§ PROBLEM TO WORK ON
Your task is to find every line in the records that holds the string "returns" and copy it.

§ AVAILABLE RECORDS
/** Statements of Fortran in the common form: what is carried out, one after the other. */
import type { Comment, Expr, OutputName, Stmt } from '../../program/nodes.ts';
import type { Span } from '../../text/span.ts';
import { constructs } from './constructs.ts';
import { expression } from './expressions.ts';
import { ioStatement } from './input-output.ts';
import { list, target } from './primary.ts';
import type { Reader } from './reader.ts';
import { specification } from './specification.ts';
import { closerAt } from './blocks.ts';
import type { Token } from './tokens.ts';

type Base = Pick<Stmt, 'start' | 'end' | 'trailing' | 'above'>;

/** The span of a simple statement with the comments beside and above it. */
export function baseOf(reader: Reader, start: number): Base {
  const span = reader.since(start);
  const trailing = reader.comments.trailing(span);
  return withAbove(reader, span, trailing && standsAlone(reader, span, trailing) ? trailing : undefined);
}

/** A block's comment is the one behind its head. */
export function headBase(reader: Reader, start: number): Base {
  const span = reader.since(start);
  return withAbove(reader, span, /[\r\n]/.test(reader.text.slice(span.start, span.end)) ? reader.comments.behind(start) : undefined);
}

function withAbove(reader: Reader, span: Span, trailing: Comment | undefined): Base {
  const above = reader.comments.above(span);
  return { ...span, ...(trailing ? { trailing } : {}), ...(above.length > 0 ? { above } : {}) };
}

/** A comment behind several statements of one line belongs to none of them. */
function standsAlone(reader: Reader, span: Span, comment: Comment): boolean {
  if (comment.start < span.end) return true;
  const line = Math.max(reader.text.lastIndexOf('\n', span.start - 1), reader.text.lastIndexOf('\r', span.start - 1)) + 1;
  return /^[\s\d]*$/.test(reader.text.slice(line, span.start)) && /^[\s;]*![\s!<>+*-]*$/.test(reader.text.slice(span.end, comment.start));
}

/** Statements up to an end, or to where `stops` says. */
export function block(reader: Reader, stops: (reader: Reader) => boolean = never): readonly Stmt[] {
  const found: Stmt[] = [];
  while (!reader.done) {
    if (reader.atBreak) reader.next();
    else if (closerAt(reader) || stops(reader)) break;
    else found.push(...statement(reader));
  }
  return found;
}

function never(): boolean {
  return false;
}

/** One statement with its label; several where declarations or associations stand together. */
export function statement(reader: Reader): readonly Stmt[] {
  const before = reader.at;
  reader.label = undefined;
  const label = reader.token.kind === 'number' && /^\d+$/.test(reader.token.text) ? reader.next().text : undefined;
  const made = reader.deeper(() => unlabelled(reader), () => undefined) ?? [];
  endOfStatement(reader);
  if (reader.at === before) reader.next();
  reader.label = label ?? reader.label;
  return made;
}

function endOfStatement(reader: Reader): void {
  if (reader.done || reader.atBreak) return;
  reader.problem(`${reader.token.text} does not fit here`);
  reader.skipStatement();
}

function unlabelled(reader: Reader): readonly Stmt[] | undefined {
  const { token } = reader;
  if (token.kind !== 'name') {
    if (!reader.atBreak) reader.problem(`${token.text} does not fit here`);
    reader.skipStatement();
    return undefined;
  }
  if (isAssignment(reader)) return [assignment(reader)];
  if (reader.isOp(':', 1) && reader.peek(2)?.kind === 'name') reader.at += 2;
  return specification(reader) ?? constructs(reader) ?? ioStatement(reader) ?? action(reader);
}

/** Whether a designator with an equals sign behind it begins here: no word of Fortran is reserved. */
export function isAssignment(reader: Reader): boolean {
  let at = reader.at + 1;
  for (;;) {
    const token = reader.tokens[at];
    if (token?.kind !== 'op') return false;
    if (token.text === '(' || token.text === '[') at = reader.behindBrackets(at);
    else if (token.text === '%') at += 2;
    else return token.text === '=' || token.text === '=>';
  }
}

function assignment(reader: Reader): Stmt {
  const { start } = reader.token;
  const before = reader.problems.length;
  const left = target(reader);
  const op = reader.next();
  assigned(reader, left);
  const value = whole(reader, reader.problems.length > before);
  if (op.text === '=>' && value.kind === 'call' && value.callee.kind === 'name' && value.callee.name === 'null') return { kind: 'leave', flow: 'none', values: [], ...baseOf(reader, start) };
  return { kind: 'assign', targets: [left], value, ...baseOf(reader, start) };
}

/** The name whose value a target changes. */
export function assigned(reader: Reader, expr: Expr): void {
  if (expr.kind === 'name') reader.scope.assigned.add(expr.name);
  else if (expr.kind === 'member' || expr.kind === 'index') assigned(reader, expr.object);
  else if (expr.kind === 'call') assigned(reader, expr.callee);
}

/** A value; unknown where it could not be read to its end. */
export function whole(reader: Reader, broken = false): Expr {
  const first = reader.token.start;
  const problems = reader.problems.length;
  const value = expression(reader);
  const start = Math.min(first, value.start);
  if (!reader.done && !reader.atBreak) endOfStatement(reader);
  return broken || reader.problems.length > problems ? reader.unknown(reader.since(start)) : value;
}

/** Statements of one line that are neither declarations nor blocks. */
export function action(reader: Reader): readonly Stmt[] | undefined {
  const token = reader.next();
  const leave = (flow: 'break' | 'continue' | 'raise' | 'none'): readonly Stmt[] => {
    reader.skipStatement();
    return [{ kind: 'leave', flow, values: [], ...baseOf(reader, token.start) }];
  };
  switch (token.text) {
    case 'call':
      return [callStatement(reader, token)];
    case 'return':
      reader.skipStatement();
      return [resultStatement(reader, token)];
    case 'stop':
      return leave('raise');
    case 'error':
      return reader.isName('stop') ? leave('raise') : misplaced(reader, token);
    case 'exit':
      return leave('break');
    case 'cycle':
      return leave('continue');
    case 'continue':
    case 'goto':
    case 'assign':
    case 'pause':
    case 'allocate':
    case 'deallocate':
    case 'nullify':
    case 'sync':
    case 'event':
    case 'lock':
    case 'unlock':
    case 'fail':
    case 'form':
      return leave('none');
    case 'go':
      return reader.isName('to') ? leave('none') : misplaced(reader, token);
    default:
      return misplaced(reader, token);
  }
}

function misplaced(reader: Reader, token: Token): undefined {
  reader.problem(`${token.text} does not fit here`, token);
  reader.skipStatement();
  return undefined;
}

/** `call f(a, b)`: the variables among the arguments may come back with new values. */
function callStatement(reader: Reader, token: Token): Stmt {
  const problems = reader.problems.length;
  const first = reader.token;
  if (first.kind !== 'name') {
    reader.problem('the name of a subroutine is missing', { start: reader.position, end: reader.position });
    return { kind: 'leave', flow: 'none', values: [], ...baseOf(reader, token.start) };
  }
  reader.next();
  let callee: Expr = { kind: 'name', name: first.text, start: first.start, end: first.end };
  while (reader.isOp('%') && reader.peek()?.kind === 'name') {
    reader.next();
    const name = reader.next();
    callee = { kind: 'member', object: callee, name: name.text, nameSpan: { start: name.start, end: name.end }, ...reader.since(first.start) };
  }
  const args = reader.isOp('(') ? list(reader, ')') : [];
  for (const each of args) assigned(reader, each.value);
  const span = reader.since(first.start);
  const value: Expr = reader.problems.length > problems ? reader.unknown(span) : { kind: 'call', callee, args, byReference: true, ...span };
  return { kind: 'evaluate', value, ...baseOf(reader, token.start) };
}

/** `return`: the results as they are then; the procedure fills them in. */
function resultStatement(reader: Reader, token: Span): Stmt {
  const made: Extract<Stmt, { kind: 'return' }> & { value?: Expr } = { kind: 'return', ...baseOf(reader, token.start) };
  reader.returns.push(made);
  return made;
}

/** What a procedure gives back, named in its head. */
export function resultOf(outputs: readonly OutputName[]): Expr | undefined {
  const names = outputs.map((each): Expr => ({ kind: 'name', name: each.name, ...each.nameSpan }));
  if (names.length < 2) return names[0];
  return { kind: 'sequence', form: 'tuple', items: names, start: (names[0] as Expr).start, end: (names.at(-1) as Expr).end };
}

...

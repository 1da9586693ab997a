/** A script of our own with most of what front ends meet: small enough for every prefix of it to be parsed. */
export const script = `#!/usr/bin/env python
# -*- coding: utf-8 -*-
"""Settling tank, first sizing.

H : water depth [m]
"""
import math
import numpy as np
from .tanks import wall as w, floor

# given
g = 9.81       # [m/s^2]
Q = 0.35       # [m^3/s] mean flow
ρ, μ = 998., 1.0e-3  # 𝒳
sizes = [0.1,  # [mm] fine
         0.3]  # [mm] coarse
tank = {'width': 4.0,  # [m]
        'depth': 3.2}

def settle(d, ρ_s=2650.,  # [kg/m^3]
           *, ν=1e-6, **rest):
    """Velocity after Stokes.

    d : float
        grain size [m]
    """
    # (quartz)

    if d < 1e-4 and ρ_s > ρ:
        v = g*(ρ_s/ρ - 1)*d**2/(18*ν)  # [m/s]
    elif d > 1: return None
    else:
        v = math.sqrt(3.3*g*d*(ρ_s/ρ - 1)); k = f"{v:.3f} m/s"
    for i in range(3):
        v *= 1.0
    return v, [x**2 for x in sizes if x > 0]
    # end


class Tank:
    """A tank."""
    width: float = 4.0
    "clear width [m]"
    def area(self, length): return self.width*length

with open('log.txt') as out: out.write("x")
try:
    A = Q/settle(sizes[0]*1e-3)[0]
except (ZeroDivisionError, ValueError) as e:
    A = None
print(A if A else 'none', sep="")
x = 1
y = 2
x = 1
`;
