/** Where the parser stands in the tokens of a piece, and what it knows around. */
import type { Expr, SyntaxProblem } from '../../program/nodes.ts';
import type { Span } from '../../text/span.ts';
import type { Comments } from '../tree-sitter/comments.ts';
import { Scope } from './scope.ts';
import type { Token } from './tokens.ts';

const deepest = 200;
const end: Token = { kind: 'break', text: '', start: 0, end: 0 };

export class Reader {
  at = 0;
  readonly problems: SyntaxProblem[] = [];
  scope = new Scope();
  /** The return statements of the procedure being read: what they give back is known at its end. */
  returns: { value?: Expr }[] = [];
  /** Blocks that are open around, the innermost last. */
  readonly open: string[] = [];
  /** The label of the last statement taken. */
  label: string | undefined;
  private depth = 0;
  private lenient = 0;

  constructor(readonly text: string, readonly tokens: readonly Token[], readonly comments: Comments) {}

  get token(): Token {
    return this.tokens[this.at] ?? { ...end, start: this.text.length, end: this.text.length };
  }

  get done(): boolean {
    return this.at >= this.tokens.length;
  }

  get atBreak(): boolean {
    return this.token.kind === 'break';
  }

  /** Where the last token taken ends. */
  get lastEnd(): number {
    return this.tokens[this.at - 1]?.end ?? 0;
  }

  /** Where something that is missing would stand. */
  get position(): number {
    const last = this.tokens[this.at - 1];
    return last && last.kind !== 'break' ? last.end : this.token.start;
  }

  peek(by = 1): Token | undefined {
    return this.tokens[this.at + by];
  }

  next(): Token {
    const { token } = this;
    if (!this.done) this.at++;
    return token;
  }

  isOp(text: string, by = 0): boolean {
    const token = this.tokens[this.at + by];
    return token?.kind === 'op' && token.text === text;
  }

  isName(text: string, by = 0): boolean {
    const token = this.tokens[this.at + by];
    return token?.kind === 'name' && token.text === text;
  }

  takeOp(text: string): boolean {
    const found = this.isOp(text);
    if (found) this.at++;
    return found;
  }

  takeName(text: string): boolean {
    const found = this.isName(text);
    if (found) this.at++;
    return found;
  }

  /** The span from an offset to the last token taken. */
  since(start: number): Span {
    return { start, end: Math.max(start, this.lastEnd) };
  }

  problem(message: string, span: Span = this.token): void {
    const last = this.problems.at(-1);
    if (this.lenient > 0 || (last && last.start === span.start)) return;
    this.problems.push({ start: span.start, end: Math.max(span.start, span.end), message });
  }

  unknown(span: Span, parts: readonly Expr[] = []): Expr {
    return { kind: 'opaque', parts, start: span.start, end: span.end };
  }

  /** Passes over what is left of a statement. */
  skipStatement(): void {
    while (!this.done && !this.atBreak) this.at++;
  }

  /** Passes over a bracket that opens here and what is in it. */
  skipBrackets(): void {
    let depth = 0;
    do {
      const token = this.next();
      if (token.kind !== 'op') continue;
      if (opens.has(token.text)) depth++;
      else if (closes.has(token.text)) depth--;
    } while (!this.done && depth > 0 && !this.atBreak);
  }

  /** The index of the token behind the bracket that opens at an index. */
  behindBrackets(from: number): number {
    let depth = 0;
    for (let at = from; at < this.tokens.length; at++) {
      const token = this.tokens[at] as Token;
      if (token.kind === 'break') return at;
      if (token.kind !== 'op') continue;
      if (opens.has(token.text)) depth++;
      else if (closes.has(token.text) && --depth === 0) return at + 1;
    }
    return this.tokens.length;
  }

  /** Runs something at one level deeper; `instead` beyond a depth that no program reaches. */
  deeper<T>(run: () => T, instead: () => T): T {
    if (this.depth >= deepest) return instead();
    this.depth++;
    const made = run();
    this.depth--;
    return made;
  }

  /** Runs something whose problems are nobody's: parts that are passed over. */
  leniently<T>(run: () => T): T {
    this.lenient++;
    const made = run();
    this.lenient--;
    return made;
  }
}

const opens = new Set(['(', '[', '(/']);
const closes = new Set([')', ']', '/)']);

--

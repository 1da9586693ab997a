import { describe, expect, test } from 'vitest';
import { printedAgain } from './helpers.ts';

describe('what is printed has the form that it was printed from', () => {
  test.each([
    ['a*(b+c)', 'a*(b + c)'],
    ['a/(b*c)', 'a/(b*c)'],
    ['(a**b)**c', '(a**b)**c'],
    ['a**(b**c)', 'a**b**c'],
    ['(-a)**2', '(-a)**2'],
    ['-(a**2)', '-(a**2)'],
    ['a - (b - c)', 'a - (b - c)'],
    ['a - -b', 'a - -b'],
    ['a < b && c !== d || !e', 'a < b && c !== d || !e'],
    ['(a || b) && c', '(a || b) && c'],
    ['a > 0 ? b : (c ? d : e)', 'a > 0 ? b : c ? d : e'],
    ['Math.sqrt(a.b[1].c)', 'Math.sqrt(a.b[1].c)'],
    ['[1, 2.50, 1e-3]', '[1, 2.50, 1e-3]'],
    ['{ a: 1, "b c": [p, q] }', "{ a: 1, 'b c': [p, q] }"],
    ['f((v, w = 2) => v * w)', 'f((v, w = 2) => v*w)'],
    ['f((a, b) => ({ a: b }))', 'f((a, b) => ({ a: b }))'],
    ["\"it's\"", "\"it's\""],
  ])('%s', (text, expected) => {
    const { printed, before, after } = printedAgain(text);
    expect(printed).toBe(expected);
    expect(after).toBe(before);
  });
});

§ OUTPUT FOR THIS TASK
  reader.returns.push(made);
  returns: { value?: Expr }[] = [];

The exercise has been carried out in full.